Not sure what the new vista formulation is but i just used the last 2.5 gallon jug we had. It must have been 15 years old and worked good. 250 a gallon is high... But i will buy more.
I know they changed the formulation a bit probably for the better.


----------



## StxPecans (Mar 3, 2018)

Fyi I can get pastureguard for $101gal. Maybe that would be cheaper? Have not priced vista.


----------



## rjmoses (Apr 4, 2010)

Anyone used Spike?

Reading the label, they advise to be careful where it can be carried in runoff. I like the fact that it can be broadcast which means I can apply it very specifically to the fence line, but they don't mention anything about volatility or drift through the soil.

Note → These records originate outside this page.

def profile_threshold(x: np.ndarray, family):
    """Maximise the profile log-likelihood over theta < min(x).

    ``family.fit_rows(Y) -> (loglik, params, state)`` fits the two-parameter family to every
    row of Y = x - theta > 0 at once (one row per trial threshold; vectorised, so a pass over
    many thresholds costs about as much as one fit); ``family.dtheta_rows(Y, params)`` is the
    derivative of the log-likelihood with respect to theta at fixed other parameters, which at
    the inner maximum is the derivative of the profile (envelope theorem); ``family.fit_one``
    fits one threshold (a scalar estimator where the family has one); the warm starts of a
    pass are interpolated in theta when ``family.warm_in_theta``, else in u.

    Search in u = log(min(x) - theta): a grid of 8 points from 1e-4 s to 1e3 s (inner fits
    to a looser tolerance, ``rough=True``: the grid only picks the bracket and the starting
    values; every value returned comes from a full-precision fit), then one pass across
    the grid step next to the best point where the profile slope changes sign (17 points; 33
    across both steps around the best point when the grid or that pass shows no sign change;
    the Newton iterations start from the grid's solutions), then the root of the profile derivative between the two points
    where it changes sign: inverse cubic interpolation (:func:`_slope_zero`), then, unless
    the slope there puts the root within 1e-6 in u, one secant step; each candidate is kept
    only if it beats the best point of the pass.
    Returns (theta, params, loglik, converged, note).
    """
    xmin = float(x.min())
    sd = mean_sd(x)[1]
    evaluate = _Profile(x, family)
    us = math.log(sd) + GRID_DECADES * math.log(10.0)
    with np.errstate(all="ignore"):  # slopes at rough grid fits, used only when interior
        grid_dt, lls, params = evaluate(us, rough=True)
    best, note = _grid_best(us, lls, family.label, xmin)
    if best == us.size - 1:
        note = (
            "threshold at the search limit (min(x) - 1000 s): the data show no skew for "
            "this family, which tends to its limiting form"
        )
        _, lls, params = evaluate(us[-1:])  # the grid's inner fits are rough: refit
        return (
            xmin - math.exp(us[-1]),
            {k: float(v[0]) for k, v in params.items()},
            float(lls[0]),
            False,
            note,
        )
    us, slopes, lls, params, best = _refine_pass(evaluate, us, grid_dt, best)
    u_best, p_best, ll_best = _slope_root(evaluate, us, slopes, lls, params, best)
    return xmin - math.exp(u_best), p_best, ll_best, True, note


def _grid_best(us, lls, label: str, xmin: float) -> tuple[int, str | None]:
    """The best grid point; an interior local maximum (with a note) when the best is at the
    smallest gap, where the likelihood can be unbounded."""
    best = int(lls.argmax())
    if best != 0:
        return best, None
    interior = [i for i in range(1, us.size - 1) if lls[i] >= lls[i - 1] and lls[i] >= lls[i + 1]]
    if not interior:
        raise AnalysisError(
            f"{label}: the likelihood keeps rising as the threshold approaches the smallest "
            f"reading ({xmin:g}) and has no interior maximum; use the two-parameter family."
        )
    note = (
        "likelihood unbounded at the smallest reading; the interior local maximum is "
        "used (Smith 1985)"
    )
    return max(interior, key=lambda i: lls[i]), note


def _refine_pass(evaluate, us, grid_dt, best):
    """The pass across the grid step where the profile slope changes sign next to the best
    point (17 points), or both steps around it (33 points) when the grid slopes do not show
    that sign change: (us, slopes, lls, params, best) of the pass."""
    grid_slopes = -np.exp(us) * grid_dt
    full = (us[best - 1], us[best + 1], _FULL_PASS)
    if grid_slopes[best] > 0 >= grid_slopes[best + 1]:
        spans = [(us[best], us[best + 1], _HALF_PASS), full]
    elif grid_slopes[best - 1] > 0 >= grid_slopes[best]:
        spans = [(us[best - 1], us[best], _HALF_PASS), full]
    else:
        spans = [full]
    for lo_u, hi_u, frac in spans:  # the full bracket only if the half shows no sign change
        us = lo_u + (hi_u - lo_u) * frac
        dts, lls, params = evaluate(us)
        slopes = -np.exp(us) * dts
        best = min(max(int(lls.argmax()), 1), us.size - 2)
        if slopes[best - 1] > 0 >= slopes[best] or slopes[best] > 0 >= slopes[best + 1]:
            break
    return us, slopes, lls, params, best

If so, do you have any idea how far it can travel laterally? I'm thinking that if I apply a swath 2-3' wide under my fence, will it reach my neighbor's trees that are 25' away?

Ralph


----------



## Troy Farmer (Jul 31, 2011)

It has been my experience with spike that it depends a lot on rainfall and runoff. If you get a heavy rain soon after you apply and the water runs towards your neighbor look out. If runoff is not a concern you should be ok. Spike works well! I used to work in the utility industry and we used spike for fences. If the fence line is near the woods I would not advise using spike. If a tree has a root near by it's toast.


----------



## Vol (Jul 5, 2009)

You might look into using Sahara Ralph. It works well, doesn't seem to runoff(stays put) nearly as much as others and works about a year with our Eastern rainfall.

Regards, Mike


----------



## pede58 (Oct 27, 2015)

I use to use a lot of cross bow with mixed results, I've switched to surmount and it seems to be better. A couple things of note, use a surfactant it'll help it stick and most brush killers work best in a foliar application anything that comes in contact with roots or bark needs to have a cut to get into the tree so runoff shouldn't be a problem unless you got a grass killer mixed in. Now just some advice when it comes to experimenting with different products and sketchy label items, if you want to kill it won't and if you don't want to it will.


----------



## Hayman1 (Jul 6, 2013)

pede58 said:


> I use to use a lot of cross bow with mixed results, I've switched to surmount and it seems to be better. A couple things of note, use a surfactant it'll help it stick and most brush killers work best in a foliar application anything that comes in contact with roots or bark needs to have a cut to get into the tree so runoff shouldn't be a problem unless you got a grass killer mixed in. Now just some advice when it comes to experimenting with different products and sketchy label items, if you want to kill it won't and if you don't want to it will.


I like Surmount but don't have a license. Never had a problem with crossbow and gly with surfactant not killing woody stuff. I have killed privit and osage orange that was over 15' tall with it. foliar only.


----------



## PaMike (Dec 7, 2013)

Crossbow will kill any woody stuff I have...


----------



## KYhaymaker (Jun 7, 2018)

Chaparral is good on woody stuff. I dont like total kill down on fencerows like gly. It makes the weeds worse in the fencerows since they always come back faster than the grass, and causes erosion on the slopes. I use a broadleaf killer only.


----------